Al mismo tiempo, China fracasó por completo en desarrollar un Plan B. Muchos chinos mayores, el grupo más vulnerable, todavía no están completamente vacunados. China también se ha negado a usar vacunas fabricadas en el extranjero, a pesar de que sus vacunas de cosecha propia, que no utilizan tecnología de ARNm, son menos efectivas que las inyecciones que recibe el resto del mundo.

Todo esto deja al régimen de Xi Jinping en una trampa de su propia creación. La política de cero COVID es obviamente insostenible, pero ponerle fin significaría admitir tácitamente el error, lo que los autócratas nunca encuentran fácil. Además, aflojar las reglas significaría un gran aumento en los casos y las muertes.

No solo muchos de los chinos más vulnerables no han sido vacunados o han recibido vacunas inferiores, sino que debido a que el coronavirus ha sido suprimido, pocos chinos tienen inmunidad natural, y la nación también tiene muy pocas camas de cuidados intensivos, lo que la deja sin la capacidad de lidiar con un aumento de COVID.

Es una pesadilla, y nadie sabe cómo termina. Pero, ¿qué podemos aprender el resto de nosotros de China?

En primer lugar, la autocracia no es, de hecho, superior a la democracia. Los autócratas pueden actuar rápida y decisivamente, pero también pueden cometer grandes errores porque nadie puede decirles cuándo están equivocados. En un nivel fundamental, hay una clara semejanza entre la negativa de Xi a retroceder en cero COVID y el desastre de Vladimir Putin en Ucrania.

En segundo lugar, estamos viendo por qué es importante que los líderes estén abiertos a la evidencia y estén dispuestos a cambiar de rumbo cuando se ha demostrado que están equivocados.

Irónicamente, en los Estados Unidos los políticos cuyo dogmatismo se parece más al de los líderes chinos son los republicanos de derecha. China ha rechazado las vacunas extranjeras de ARNm, a pesar de la clara evidencia de su superioridad; muchos líderes republicanos han rechazado las vacunas en general, incluso frente a una enorme división partidista en las tasas de mortalidad vinculadas a las tasas de vacunación diferenciadas.

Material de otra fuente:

// TestTemplateStructureRule: the reach sheet's structure column offers
// exactly the words the reach reader takes and stops any other (a word the
// reader refuses could otherwise be typed and saved), with the reader's
// own message; each word offered reads back through the reach reader.
func TestTemplateStructureRule(t *testing.T) {
	path := writeTemplate(t, survey.TemplateOptions{Sections: 1, Rows: 10})
	f := openBook(t, path)
	dv := columnRule(t, f, survey.FieldSheetReach, "J")
	words := append(survey.StructureWords(), survey.OpenChannelWords()...)
	if want := `"` + strings.Join(words, ",") + `"`; dv.Type != "list" || dv.Formula1 != want {
		t.Errorf("rule %s %s, want the list %s", dv.Type, dv.Formula1, want)
	}
	if !dv.ShowErrorMessage || dv.ErrorStyle == nil || *dv.ErrorStyle != "stop" {
		t.Errorf("error alert %v, style %v: want a stop alert", dv.ShowErrorMessage, dv.ErrorStyle)
	}
	if dv.Error == nil || *dv.Error != survey.ErrStructureWord.Error() {
		t.Errorf("error message %v, want the reader's %q", dv.Error, survey.ErrStructureWord.Error())
	}
	dir := t.TempDir()
	if err := os.WriteFile(filepath.Join(dir, "xs.csv"), []byte("station,elevation,n\n0,2,0.03\n5,0,0.03\n10,2,\n"), 0o644); err != nil {
		t.Fatal(err)
	}
	offered := strings.Split(strings.Trim(dv.Formula1, `"`), ",")
	var b strings.Builder
	b.WriteString("section,survey,distance,structure\n")
	for i, w := range offered {
		fmt.Fprintf(&b, "S%d,xs.csv,%d,%s\n", i, 10*i, w)
	}
	reach := filepath.Join(dir, "reach.csv")
	if err := os.WriteFile(reach, []byte(b.String()), 0o644); err != nil {
		t.Fatal(err)
	}
	if _, err := survey.ReadReachWith(reach, "", survey.ReachOptions{MarksOptional: true}); err != nil {
		t.Errorf("the words offered do not all read back: %v", err)
	}
}

// The template's number columns show every digit a crew types to the
// precision read (station to 0.0001, n to 0.0001, elevations to 0.0001),
// so a printed sheet shows what wetline reads: a format such as 0.000
// would print n 0.0355 as 0.036.
func TestTemplateShowsTypedDigits(t *testing.T) {
	f, err := excelize.OpenFile(writeTemplate(t, survey.TemplateOptions{}))
	if err != nil {
		t.Fatal(err)
	}
	defer f.Close()
	sheet := f.GetSheetList()[0]
	rows, err := f.GetRows(sheet)
	if err != nil {
		t.Fatal(err)
	}
	header := rows[len(rows)-1]
	for name, want := range map[string]string{"station": "0.00##", "n": "0.000#", "elevation": "0.000#"} {
		i := slices.IndexFunc(header, func(h string) bool { return h == name || strings.HasPrefix(h, name+" ") })
		if i < 0 {
			t.Fatalf("%s: no %s column in %q", sheet, name, header)
		}
		col, _ := excelize.ColumnNumberToName(i + 1)
		id, err := f.GetColStyle(sheet, col)
		if err != nil {
			t.Fatal(err)
		}
		st, err := f.GetStyle(id)
		if err != nil || st.CustomNumFmt == nil || *st.CustomNumFmt != want {
			t.Errorf("%s column %s: format %v, want %q (%v)", sheet, name, st.CustomNumFmt, want, err)
		}
	}
}

// instructionText is what the instructions sheet of template f says of
// the last topic that is picks out ("" when none is).
func instructionText(t *testing.T, f *excelize.File, is func(topic string) bool) string {
	t.Helper()
	instr, err := f.GetRows(survey.FieldSheetInstructions)
	if err != nil {
		t.Fatal(err)
	}
	var text string
	for _, r := range instr {
		if len(r) > 1 && is(r[0]) {
			text = r[1]
		}
	}
	return text
}

// The template says what the reader does with the exclude column: each of
// KeepWords, typed in a gauging's exclude cell, keeps the gauging, and the
// gaugings sheet's instructions list every one of them (its help once
// said only a blank keeps it).
func TestTemplateExcludeKeepWords(t *testing.T) {
	path := writeTemplate(t, survey.TemplateOptions{Rows: 10})
	f, err := excelize.OpenFile(path)
	if err != nil {
		t.Fatal(err)
	}
	d := time.Date(2026, 3, 14, 9, 30, 0, 0, time.UTC)
	var rows [][]any
	for i, w := range survey.KeepWords() {
		rows = append(rows, []any{d.Add(time.Duration(i) * time.Hour), 1 + 0.1*float64(i), 2 + float64(i), "good", nil, strings.ToUpper(w)})
	}
	fillSheet(t, f, survey.FieldSheetGaugings, headerRow(survey.FieldSheetGaugings)+1, rows)
	text := instructionText(t, f, func(topic string) bool { return topic == survey.FieldSheetGaugings })
	if err := f.Save(); err != nil {
		t.Fatal(err)
	}
	f.Close()
	for _, w := range survey.KeepWords() {
		if !strings.Contains(text, "'"+w+"'") {
			t.Errorf("instructions of %s do not name %q: %q", survey.FieldSheetGaugings, w, text)
		}
	}
	gs, err := survey.ReadGaugings(path, "")
	if err != nil {
		t.Fatal(err)
	}
	if len(gs.Gaugings) != len(rows) {
		t.Fatalf("%d gaugings, want %d", len(gs.Gaugings), len(rows))
	}
	for _, g := range gs.Gaugings {
		if g.Exclude != "" {
			t.Errorf("gauging at %v: excluded for %q", g.Time, g.Exclude)
		}
	}
}

// The template's instructions name every word the reader takes as a bank
// mark, and a cross-section sheet marked with two of them, typed in
// another case, is read with its banks there.
func TestTemplateBankWords(t *testing.T) {
	path := writeTemplate(t, survey.TemplateOptions{Rows: 10})
	f, err := excelize.OpenFile(path)
	if err != nil {
		t.Fatal(err)
	}
	fillSheet(t, f, survey.SectionSheetName(1), survey.SectionHeaderRow+1, [][]any{
		{0, 5, 0.05, nil}, {4, 3, nil, "Left Top of Bank"}, {8, 0, 0.03, nil}, {12, 3, 0.05, "RB"}, {16, 5, nil, nil}})
	text := instructionText(t, f, func(topic string) bool { return strings.HasPrefix(topic, survey.SectionSheetName(1)) })
	if err := f.Save(); err != nil {
		t.Fatal(err)
	}
	f.Close()
	for _, w := range survey.BankWords() {
		if !strings.Contains(text, w) {
			t.Errorf("instructions of the cross-section sheets do not name %q: %q", w, text)
		}
	}
	sv, err := survey.ReadSection(path, survey.SectionSheetName(1), survey.SectionOptions{})
	if err != nil {
		t.Fatal(err)
	}
	if s := sv.Section; !s.HasBanks || s.LeftBank != 4 || s.RightBank != 12 {
		t.Errorf("banks %v at %g, %g; want 4 and 12", s.HasBanks, s.LeftBank, s.RightBank)
	}
}
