// dryAboveGiven words the warning of a table whose highest row without
// flow lies above the gauge height of zero flow given (zero), "" when
// none does (rows of t in rising stage, their rows' numbers in at).
func dryAboveGiven(t *Table, rows []rating.Row, at []int, zero ZeroFlowGiven) string {
	k := -1
	for i, r := range rows {
		// As the other commands read it (raiseToDryRow).
		if r.Discharge == 0 && r.Stage-zero.Value > dryRowRounding(r.Stage) {
			k = i
		}
	}
	if k < 0 {
		return ""
	}
	e := strconv.FormatFloat(zero.Value, 'g', -1, 64)
	return fmt.Sprintf("%s: this row, at stage %s, has no flow, yet lies above the gauge height of zero flow %s that %s gives: the two disagree "+
		"(shifts, record and compare refuse them together); give e at or above the table's last dry row, or leave %s out to take the table's own",
		where(t, at[k]), strconv.FormatFloat(rows[k].Stage, 'g', -1, 64), e, zero.flag(), zero.flag())
}

// wetBelowGiven words the warning of a table whose lowest row with flow
// lies at or below the gauge height of zero flow given (zero), "" when
// none does (rows and at as for dryAboveGiven).
func wetBelowGiven(t *Table, rows []rating.Row, at []int, zero ZeroFlowGiven) string {
	k, n := -1, 0
	for i, r := range rows {
		if r.Discharge > 0 && !(r.Stage > zero.Value) {
			if k < 0 {
				k = i
			}
			n++
		}
	}
	if k < 0 {
		return ""
	}
	more := ""
	if n > 1 {
		more = fmt.Sprintf(" (and %s above it)", rating.Counted(n-1, "row with flow", "rows with flow"))
	}
	e := strconv.FormatFloat(zero.Value, 'g', -1, 64)
	return fmt.Sprintf("%s: this row, at stage %s, carries %s, yet lies at or below the gauge height of zero flow %s that %s gives%s: the two disagree "+
		"(shifts, record and compare refuse them together); give e below the table's first row with flow, or leave %s out to take the table's own",
		where(t, at[k]), strconv.FormatFloat(rows[k].Stage, 'g', -1, 64), strconv.FormatFloat(rows[k].Discharge, 'g', -1, 64), e, zero.flag(), more, zero.flag())
}

// ratingColumns finds a rating table's stage and discharge columns and
// its unit system: the units its headers name (RatingUnits), which must
// agree with choice.
func ratingColumns(t *Table, choice UnitChoice) (cs, cq int, units rating.Units, err error) {
	if cs, err = t.Require(ColRatingStage, ColGaugeHeight); err != nil {
		return
	}
	if cq, err = t.Require("discharge"); err != nil {
		return
	}
	note, err := RatingUnits(t)
	if err != nil {
		return
	}
	units, err = note.Resolve(choice.Units, choice.Given)
	return
}

// RatingUnits is what the headers of a rating table's stage, discharge
// and geometry columns (depth, area, wetted_perimeter, top_width) say of
// its unit system; errors as Table.HeaderUnits.
func RatingUnits(t *Table) (UnitNote, error) {
	cs := t.Column(ColRatingStage)
	if cs < 0 {
		cs = t.Column(ColGaugeHeight)
	}
	return t.HeaderUnits(cs, t.Column(ColRatingDischarge), t.Column("depth"), t.Column("area"), t.Column("wetted_perimeter"), t.Column("top_width"))
}

// Sheets of a results workbook that wetline writes (survey/results): the
// summary first, as items with their values and units; the rating of rate
// and backwater, fit's fitted rating, and the rating periods a record or
// a shift check used (every period's table in one sheet, not one rating).
const (
	SheetResultsSummary = "summary"
	SheetResultsRating  = "rating"
	SheetResultsFitted  = "fitted rating"
	SheetResultsRatings = "ratings"
)

// resultsRatingSheets are the sheets of a results workbook that hold a
// rating table to redraw, in the order they are looked for: rate's and
// backwater's rating, fit's fitted rating.
func resultsRatingSheets() []string {
	return []string{SheetResultsRating, SheetResultsFitted}
}

// ErrNoRatingSheet is the cause of a results workbook, read for its rating
// table, that has none (a record's, a shift check's, a slope-area
// computation's, a fit's without a fitted table).
var ErrNoRatingSheet = errors.New("a results workbook with no rating table")

// RatingSource is a rating table read back for redrawing, with what the
// summary sheet of a results workbook says of it.
type RatingSource struct {
	// Table is the rating table as read.
	Table *Table
	// Summary reports that the workbook's first sheet was a results
	// summary and its rating sheet was read instead.
	Summary bool
	// Site is the value of the summary's site item ("" when none).
	Site string
}

// OtherRatingSheet names the first sheet of the workbook t was read from,
// other than t's own, that reads as a rating table (RatingFromTable
// without error, its headers deciding the units: stage and discharge
// columns, stages increasing), so that following the name reads it; ""
// when none does, or t is no workbook sheet.
func OtherRatingSheet(t *Table) string {
	if t.Sheet == "" {
		return ""
	}
	for _, name := range t.Sheets {
		if name == t.Sheet {
			continue
		}
		o, err := ReadTable(t.File, name)
		if err != nil || o.Column(ColRatingStage, ColGaugeHeight) < 0 || o.Column(ColRatingDischarge) < 0 {
			continue
		}
		if _, err := RatingFromTable(o, UnitChoice{}); err == nil {
			return name
		}
	}
	return ""
}

// ReadRatingSource reads a rating table as ReadTable does, but from a
// workbook with no sheet named whose first sheet is the summary of a
// results workbook (named summary, with item and value columns) it reads
// the sheet wetline writes its rating to (rate's and backwater's rating,
// else fit's fitted rating), with the site the summary's site item gives
// (the rating sheet's headers name its units). A results workbook with
// neither is ErrNoRatingSheet (a *ParseError at the workbook), saying
// which sheets hold one and, for a record's or a shift check's workbook,
// that its ratings sheet holds every rating period together. Every
// reader of a rating table given with no sheet named finds it so (see
// ReadRatingTable).
func ReadRatingSource(path, sheet string) (RatingSource, error) {
	return readRatingSource(path, sheet, "")
}

// ReadRatingTable is ReadRatingSource's table alone: the rating table of
// a file, or of a workbook's sheet, or of a results workbook's rating
// sheet when no sheet is named.
func ReadRatingTable(path, sheet string) (*Table, error) {
	src, err := ReadRatingSource(path, sheet)
	return src.Table, err
}

// readRatingSource is ReadRatingSource; in a workbook with no sheet
// named, a sheet named prefer (any case) is read when there is one (see
// readTable).
func readRatingSource(path, sheet, prefer string) (RatingSource, error) {
	t, err := readTable(path, sheet, prefer)
	if err != nil || sheet != "" || !strings.EqualFold(t.Sheet, SheetResultsSummary) {
		return RatingSource{Table: t}, err
	}
	if t.Column("item") < 0 || t.Column("value") < 0 {
		return RatingSource{Table: t}, nil
	}
	found := func(name string) string { // the workbook's name of the sheet, "" for none
		if k := slices.IndexFunc(t.Sheets, func(s string) bool { return strings.EqualFold(s, name) }); k >= 0 {
			return t.Sheets[k]
		}
		return ""
	}
	for _, name := range resultsRatingSheets() {
		if s := found(name); s != "" {
			src := RatingSource{Summary: true, Site: summaryItem(t, "site")}
			src.Table, err = ReadTable(path, s)
			return src, err
		}
	}
	err = fmt.Errorf("%w (rate and backwater write theirs to a sheet named %s, fit to one named %s)", ErrNoRatingSheet, SheetResultsRating, SheetResultsFitted)
	if s := found(SheetResultsRatings); s != "" {
		err = fmt.Errorf("%w; its %s sheet lists every rating period used together, not one table: give a rating file the summary's read from names", err, s)
	}
	return RatingSource{Table: t}, &ParseError{File: path, Err: err}
}

// summaryItem is the first value given of the items named item of a
// results summary t ("" when none).
func summaryItem(t *Table, item string) string {
	ci, cv := t.Column("item"), t.Column("value")
	for _, rec := range t.Records {
		if v := t.Cell(rec, cv); strings.EqualFold(t.Cell(rec, ci), item) && v != "" {
			return v
		}
	}
	return ""
}

// Plausibility bounds of a rating table's property columns, in the
// table's own units (SI or US customary): a value beyond ±bound is a slip
// and refused at its cell (ErrImplausible), as stages beyond
// ±MaxElevation and discharges above rating.MaxDischarge are. Depths,
// hydraulic radii and hydraulic depths are bounded as elevations
// (MaxElevation), widths and wetted perimeters as stations
// (MaxCoordinate). Each bound is some hundreds of times what the largest
// rivers reach: the Amazon near its mouth carries of the order of 2e5
// m³/s through some 1e5 m² at 1 to 2 m/s, on a slope of about 2e-5 (from
// memory); a natural channel's α is 1.1 to 2 and its Froude number below
// 1 to 2 (Chow, Open-Channel Hydraulics, 1959, sections 2-8 and 3-3;
// from memory); a flood's bed shear stress is of the order of 1e2 to 1e3
// Pa (common practice).
const (
	// MaxArea bounds a flow area (length²).
	MaxArea = 1e8
	// MaxConveyance bounds a conveyance (discharge unit at unit slope):
	// the largest discharge, rating.MaxDischarge, on a slope of 1e-8.
	MaxConveyance = 1e12
	// MaxVelocity bounds a mean velocity (length/s).
	MaxVelocity = 1e3
	// MaxCoefficient bounds the dimensionless columns: α, β and the
	// Froude number.
	MaxCoefficient = 1e3
	// MaxShearStress bounds a mean bed shear stress (Pa, or lb/ft²).
	MaxShearStress = 1e6
)

// ratingField is an optional column of a rating table, the bound of its
// values (see MaxArea) and the field of rating.Row it fills.
type ratingField struct {
	name  string
	limit float64
	set   func(r *rating.Row, v float64)
}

Esto contrasta con los demócratas, que en general han seguido algo parecido al enfoque de Nueva Zelanda, aunque mucho menos efectivo: restricciones desde el principio, relajadas a medida que se propagaba la vacunación.

En resumen, lo que podemos aprender de China es más amplio que el fracaso de políticas específicas; es que debemos tener cuidado con los aspirantes a autócratas que insisten, independientemente de la evidencia, en que siempre tienen razón.